Another approach is done with his calming instruction, and on the go-around you apply power deliberately and keep the heading target within 30 or 40 degrees. Not good enough, but not bad for today.

Because of this power delivered through the propeller and circling around the fuselage, and hitting the vertical tail on the left side, there is an interesting structural arrangement on these mighty WWII era prop airplanes. The vertical tails are offset, canted to the side at an angle to allow a cruise situation with neutral rudder and balanced rudder pedals.

In some planes, like those with 2000 hp, the cant angle is very pronounced.

Years ago a non-ez builder mentioned that his kit had been delivered with the vertical tail screwed up – but that he had cut it off and reinstalled it straight…

The T-28 power can get you, as described in the practice landing at 10 K, but just as readily on takeoff. You can’t punch in all the power at once. Normally for takeoff in the T-28 (I think this is close) you start the roll by adding in 36 inches MAP and accelerate to 60 knots. You already have a lot of right-rudder trimmed in and you are pushing in a lot more, but starting out there is not enough wind over the rudder for it to be effective.

By the time you reach 60 knots the tail has enough airflow over it and the rudder is working. Then you can go to the full 48 inches MAP, still using a judicious amount of right rudder. By liftoff speed the initial rudder trim that you put in is about right.

As you accelerate on climbout to 120 knots you can take out a little of the right rudder trim, thanks in part to the slight left bite that the canted vertical tail is making. At 180 knot cruise, after you have trimmed the rudder pressure by feel, you can look down and check the mark and you will normally have cranked the trim wheel to about zero. The tail is offset to provide that balance.

On takeoff, if through some distraction, the full 48 inches MAP is put in all at once, there is not enough airflow or right rudder. You are just along for the ride, and you quickly make a smart left turn and become a very powerful and loud and disturbing orange and white weed eater.

Loops are fun. On the first ones the torque usually turns you at the top so that if you started on a heading of 180 and should end up at the bottom heading 180, you come screaming out at the bottom heading 270, or worse.

In the air, on landing approach at 400 feet and deciding to go around, with the rudder trimmed wrong and not getting rudder in early, adding full power is almost uncontrollable. Well documented over the years. But the first flight “surprise” got your attention. Now you judiciously work in the power while also doing all the rest of that pilot stuff.

****
As you walk in across the ramp sweatsoaked from your memorable first Trojan flight, several instructors usually walk out and meet your instructor. They ignore you and murmur for a moment and then guffaw and pound each other on the back.
Your in-the-know buddies crowded on the vulture’s row porch lean forward over the rails, silent, but grinning big and about to bust, waiting to hear if your harrowing tale can match theirs.
Until everybody has his turn, nobody spilled the beans.

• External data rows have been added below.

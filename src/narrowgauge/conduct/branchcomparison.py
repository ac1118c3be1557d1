"""The low branch alone against the low part of the correction, on the same draws, path by path and bit by bit."""

from __future__ import annotations

from dataclasses import dataclass, field

import numpy as np

from narrowgauge.arithmetic.formats import FORMATS
from narrowgauge.conduct.branchemulation import Case, Run
from narrowgauge.draws.coarsen import Draws
from narrowgauge.draws.streams import GRAIN, Purpose, apart
from narrowgauge.draws.tape import Tape
from narrowgauge.errors import KernelError
from narrowgauge.judge.branches import Doubles, differs, ulps
from narrowgauge.measure.arms import REFERENCE
from narrowgauge.measure.block import BlockRunner
from narrowgauge.measure.branchruns import Branch, BranchSource, given
from narrowgauge.measure.calls import Quantities
from narrowgauge.measure.moments import Series

__all__ = ["Comparer", "Mismatch"]


@dataclass(slots=True)
class Mismatch:
    """What two branches differ by in one quantity: D of the one less D of the other, and the first case of it.

    `apart` holds the distances of the paths that differ, in ulps: the larger one of the fine and the coarse path.
    """

    series: Series | None = None
    differing: int = 0
    largest: float = 0.0
    apart: list[Doubles] = field(default_factory=list)
    case: Case | None = None

    @property
    def paths(self) -> int:
        """The number of paths that were compared."""
        return 0 if self.series is None else self.series.moments.total + self.series.nonfinite

    def add(self, pairs: list[tuple[Doubles, Doubles]], arm: str) -> None:
        """Add a block: results of both sides on the fine path, and on the coarse one where there is one."""
        differ = np.logical_or.reduce([differs(low, correction) for low, correction in pairs])
        with np.errstate(all="ignore"):
            parts = [low - correction for low, correction in pairs]
            values = parts[0] - parts[1] if len(parts) > 1 else parts[0]
            values = np.where(differ, values, 0.0)  # NaN on both sides is no mismatch
            found = Series.of(values)
        self.series = found if self.series is None else self.series + found
        if differ.any():
            self.differing += int(differ.sum())
            finite = np.abs(values[np.isfinite(values)])
            self.largest = max(self.largest, float(finite.max(initial=0.0)))
            apart = [ulps(low[differ], correction[differ], FORMATS[arm]) for low, correction in pairs]
            self.apart.append(np.maximum.reduce(apart))


class Comparer:
    """Compares the branches of one narrow format, level by level; `wide` is the format of a pair's other half."""

    def __init__(
        self,
        runner: BlockRunner,
        sources: tuple[BranchSource, BranchSource],
        arm: str,
        wide: str | None,
        *,
        rows: bool,
    ) -> None:
        self._runner, self.arm, self.wide, self.rows = runner, arm, wide, rows
        self.sources = sources
        self._branches = [Branch(source, arm, wide, rows=rows) for source in sources]
        self._first = Branch(sources[0], REFERENCE, rows=rows) if sources[0].file.kernel.takes == "rng" else None

    def run(self, side: int, level: int) -> Run:
        """Return one side, 0 the low branch and 1 the correction, as what is looked into."""
        return Run(source=self.sources[side], arm=self.arm, wide=self.wide, level=level, rows=self.rows)

    def level(self, level: int, paths: int) -> dict[str, Mismatch]:
        """Compare blocks of a level, at least so many paths, and return what each quantity differs by."""
        found: dict[str, Mismatch] = {}
        ladder = self.sources[0].file.ladder
        size = min(self._runner.paths(level), -(-paths // GRAIN) * GRAIN)
        size = apart(size, ladder.steps(level), ladder.refinement)
        for block in range(-(-paths // size)):
            draws = self._runner.draws(level, block, Purpose.BRANCHES, size)
            pairs = self._pairs(draws, level)
            low, correction = pairs[0]
            for other in (correction, *(one for pair in pairs[1:] for one in pair)):
                _same_names(low, other, level, self.arm)
            for name in low:
                one = found.setdefault(name, Mismatch())
                results = [(here[name], there[name]) for here, there in pairs]
                one.add(results, self.arm)
                if one.case is None and one.differing and isinstance(draws, Draws):
                    one.case = self._case(draws, level, results)
        return found

    def _pairs(self, draws: Draws | Tape, level: int) -> list[tuple[Quantities, Quantities]]:
        """Return the results of both sides, on the fine path and on the coarse one."""
        coupled = self._runner.coupled(level)
        if isinstance(draws, Tape):
            if self._first is not None:  # writes what the formats have to ask for
                self._first.taped(draws, level, coupled=coupled)
            low, correction = (branch.taped(draws, level, coupled=coupled) for branch in self._branches)
            return list(zip(low, correction, strict=True))
        fine_given, coarse_given = given(draws, self.arm, self.wide, coupled=coupled)
        first, second = self._branches
        pairs = [(first.on(fine_given, level), second.on(fine_given, level))]
        if coarse_given is not None:
            pairs.append((first.on(coarse_given, level - 1), second.on(coarse_given, level - 1)))
        return pairs

    def _case(self, draws: Draws, level: int, results: list[tuple[Doubles, Doubles]]) -> Case:
        """Return the paths that differ, fine ones if there are any."""
        both = given(draws, self.arm, self.wide, coupled=len(results) > 1)
        for place, (low, correction) in enumerate(results):
            part = both[place]
            if part is not None and differs(low, correction).any():
                return Case.of(level - place, part, low, correction)
        raise AssertionError("some path differs")


def _same_names(here: Quantities, there: Quantities, level: int, arm: str) -> None:
    if set(here) != set(there):
        what = f"one branch returned {', '.join(here)}, the other one {', '.join(there)}"
        raise KernelError(f"{what}; accepted: the same quantities from both", level=level, arm=arm)
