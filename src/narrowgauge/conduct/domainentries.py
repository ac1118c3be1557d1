"""From scenarios to the part of the record that a table [domain] fills."""

from __future__ import annotations

import math
from collections.abc import Sequence

from narrowgauge.conduct.entries import finite, interval_fields, scheme_entry
from narrowgauge.conduct.run import Outcome
from narrowgauge.conduct.scenarios import audited_point, steps_of
from narrowgauge.conduct.tried import Trials, Tried
from narrowgauge.judge.box import CONFIDENCE, Box, claimed, failing_share, inside, share
from narrowgauge.judge.domain import ArmFigures, arm_figures, worse
from narrowgauge.judge.domain import Outcome as Word
from narrowgauge.kernel.auditfile import AuditFile
from narrowgauge.kernel.domaintable import AxisTable
from narrowgauge.record.domain import (
    ClaimedEntry,
    DomainArmEntry,
    DomainEntry,
    DomainLevelEntry,
    ProofEntry,
    ScenarioEntry,
    ScenarioLevelEntry,
    SideEntry,
    SpanEntry,
)

__all__ = ["domain_entry"]


def domain_entry(trials: Trials, tried: Sequence[Tried], outcome: Outcome) -> DomainEntry:
    """Return all that the scenarios showed."""
    file, sides = trials.file, _sides(trials.file)
    point, levels = audited_point(file), list(trials.schemes)
    words = {one.scenario.number: one.verdict(levels)[0] for one in tried}
    passing = [one for one in tried if words[one.scenario.number] == "passes"]
    failing = [one.scenario.values for one in tried if words[one.scenario.number] != "passes"]
    box = claimed(list(sides.values()), point, [one.scenario.values for one in passing], failing)
    drawn = [words[one.scenario.number] for one in tried if one.scenario.drawn]
    fails_below = failing_share(sum(word != "passes" for word in drawn), len(drawn))
    entry = None if box is None else _claimed_entry(trials, sides, box, passing)
    steps = sum(tally.paths * steps_of(file, level) for one in tried for level, tally in one.tallies.items())
    audit = sum(tally.paths * steps_of(file, level) for level, tally in outcome.tallies.items())
    return DomainEntry(
        sides={
            name: SideEntry(low=axis.low, high=axis.high, scale=axis.scale, audited=value)
            for (name, axis), value in zip(sides.items(), point, strict=True)
        },
        confidence=file.sampling.confidence,
        path_steps=steps,
        share_of_audit=steps / audit,
        levels=[_level_entry(trials, level, tried) for level in levels],
        claimed=entry,
        proof=ProofEntry(
            confidence=CONFIDENCE,
            drawn=len(drawn),
            passed=sum(word == "passes" for word in drawn),
            fails_below=fails_below,
            claimed_fails_below=None if entry is None or entry.share == 0 else min(1.0, fails_below / entry.share),
        ),
        scenarios=[_scenario_entry(one, list(sides), levels) for one in tried],
    )


def _sides(file: AuditFile) -> dict[str, AxisTable]:
    assert file.domain is not None  # or there are no scenarios
    return file.domain.parameters


def _claimed_entry(trials: Trials, sides: dict[str, AxisTable], box: Box, passing: Sequence[Tried]) -> ClaimedEntry:
    held = [one for one in passing if inside(one.scenario.values, box)]
    return ClaimedEntry(
        parameters={name: SpanEntry(low=low, high=high) for name, (low, high) in zip(sides, box, strict=True)},
        share=share(list(sides.values()), box),
        scenarios=len(held),
        levels=[_level_entry(trials, level, held) for level in trials.schemes],
    )


def _level_entry(trials: Trials, level: int, tried: Sequence[Tried]) -> DomainLevelEntry:
    """Return the worst of a level over scenarios; among those with the worst outcome the least edge decides."""
    worst: Word = "passes"
    for one in tried:
        worst = worse(worst, one.on(level).outcome)
    least, deciding = math.inf, None
    for one in tried:
        figures = one.on(level)
        edge = -math.inf if figures.edge is None else figures.edge.low
        if figures.outcome == worst and (deciding is None or edge < least):
            least, deciding = edge, one
    found = None if deciding is None else deciding.on(level)
    return DomainLevelEntry(
        level=level,
        scheme=scheme_entry(trials.schemes[level]),
        outcome=worst,
        reason=None if found is None else found.reason,
        edge_low=None if found is None or found.edge is None else finite(found.edge.low),
        decided_by=None if deciding is None else deciding.scenario.number,
        arms={arm: _arm_entry(trials, level, arm, tried) for arm in trials.file.narrow},
    )


def _arm_entry(trials: Trials, level: int, arm: str, tried: Sequence[Tried]) -> DomainArmEntry:
    found: list[tuple[int, ArmFigures]] = [
        (one.scenario.number, arm_figures(one.tallies[level], one.judged[level], trials.file, arm))
        for one in tried
        if level in one.judged
    ]
    edges = [(figures.edge.low, number) for number, figures in found if figures.edge is not None]
    biases = [(figures.spent, -number, figures.bias) for number, figures in found if figures.bias is not None]
    lost = [(figures.nonfinite, -number) for number, figures in found if figures.nonfinite]
    edge = min(edges, default=None)
    bias = max(biases, key=lambda one: one[:2], default=None)
    most = max(lost, default=None)
    return DomainArmEntry(
        edge_low=None if edge is None else finite(edge[0]),
        edge_at=None if edge is None else edge[1],
        **interval_fields("bias", None if bias is None else bias[2]),
        bias_at=None if bias is None else -bias[1],
        nonfinite=0 if most is None else most[0],
        nonfinite_at=None if most is None else -most[1],
        raised_at=next((number for number, figures in found if figures.raised), None),
    )


def _scenario_entry(one: Tried, names: Sequence[str], levels: Sequence[int]) -> ScenarioEntry:
    outcome, level = one.verdict(levels)
    return ScenarioEntry(
        number=one.scenario.number,
        kind="drawn" if one.scenario.drawn else "corner",
        parameters=dict(zip(names, one.scenario.values, strict=True)),
        outcome=outcome,
        reason=_reason(one, level),
        level=level,
        message=one.problem,
        levels=[
            ScenarioLevelEntry(
                level=level,
                outcome=one.figures[level].outcome,
                reason=one.figures[level].reason,
                paths=one.tallies[level].paths,
                **interval_fields("edge", one.figures[level].edge),
                **interval_fields("bias", one.figures[level].bias),
                paths_needed=one.figures[level].paths_needed,
            )
            for level in levels
            if level in one.figures
        ],
    )


def _reason(one: Tried, level: int | None) -> str | None:
    if one.problem is not None:
        return "reference"
    return None if level is None else one.on(level).reason
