"""What is looked at when the measurement is done: every number of a few paths, and a sample of values to be summed."""

from __future__ import annotations

from dataclasses import dataclass

import numpy as np
import numpy.typing as npt

from narrowgauge.conduct.ranges import watched_range
from narrowgauge.draws.streams import GRAIN
from narrowgauge.measure.task import Bench, pinned
from narrowgauge.record.range import WatchedEntry

__all__ = ["Study", "study"]

_PATHS_SINGLY = 128  # of a kernel that is called for one at a time


@dataclass(frozen=True, slots=True, kw_only=True)
class Study:
    """What was seen on a few paths, None of a kernel that rounds for itself, and D by level, arm and quantity."""

    watched: WatchedEntry | None
    samples: dict[int, dict[str, dict[str, npt.NDArray[np.float64]]]]


def study(bench: Bench) -> Study:
    """Look at every number, and draw the sample, at a bench; raises what the blocks of the measurement do."""
    file, runner = bench.file, bench.runner
    with pinned():
        return Study(
            watched=None if file.kernel.rounds == "itself" else watched_range(file, runner),
            samples={
                level: runner.differences(level, _PATHS_SINGLY if runner.singly else GRAIN)
                for level in file.ladder.levels
            },
        )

Today you learned. But tonight you don’t sleep. Tonight you internalize. The lesson of the day becomes yours. From now on, when you need it, it’s your original idea. Many other long days and short nights build your aviation experience. You become.

One day during the de-brief your instructor tells another instructor that on your break pattern you have everything in one bag and the needle nailed at a thousand feet. He says it loud enough for the other student pilots hear. The next day in the break you take a second to look and you see he’s right!

And over the weeks and months your walk to the plane is a little stronger, a little surer. Not bravado any more, but confident assurance of the power and the limits. That’s what you do.

We ez drivers are different. And not just because our propwash flows off without bothering the winglets. Our surprises are different, but they are still there.
So - we spill the beans. Everywhere, to anyone that will listen. We are our own caretakers, our own best motivaviators. We don’t need no stinkin’ surprises.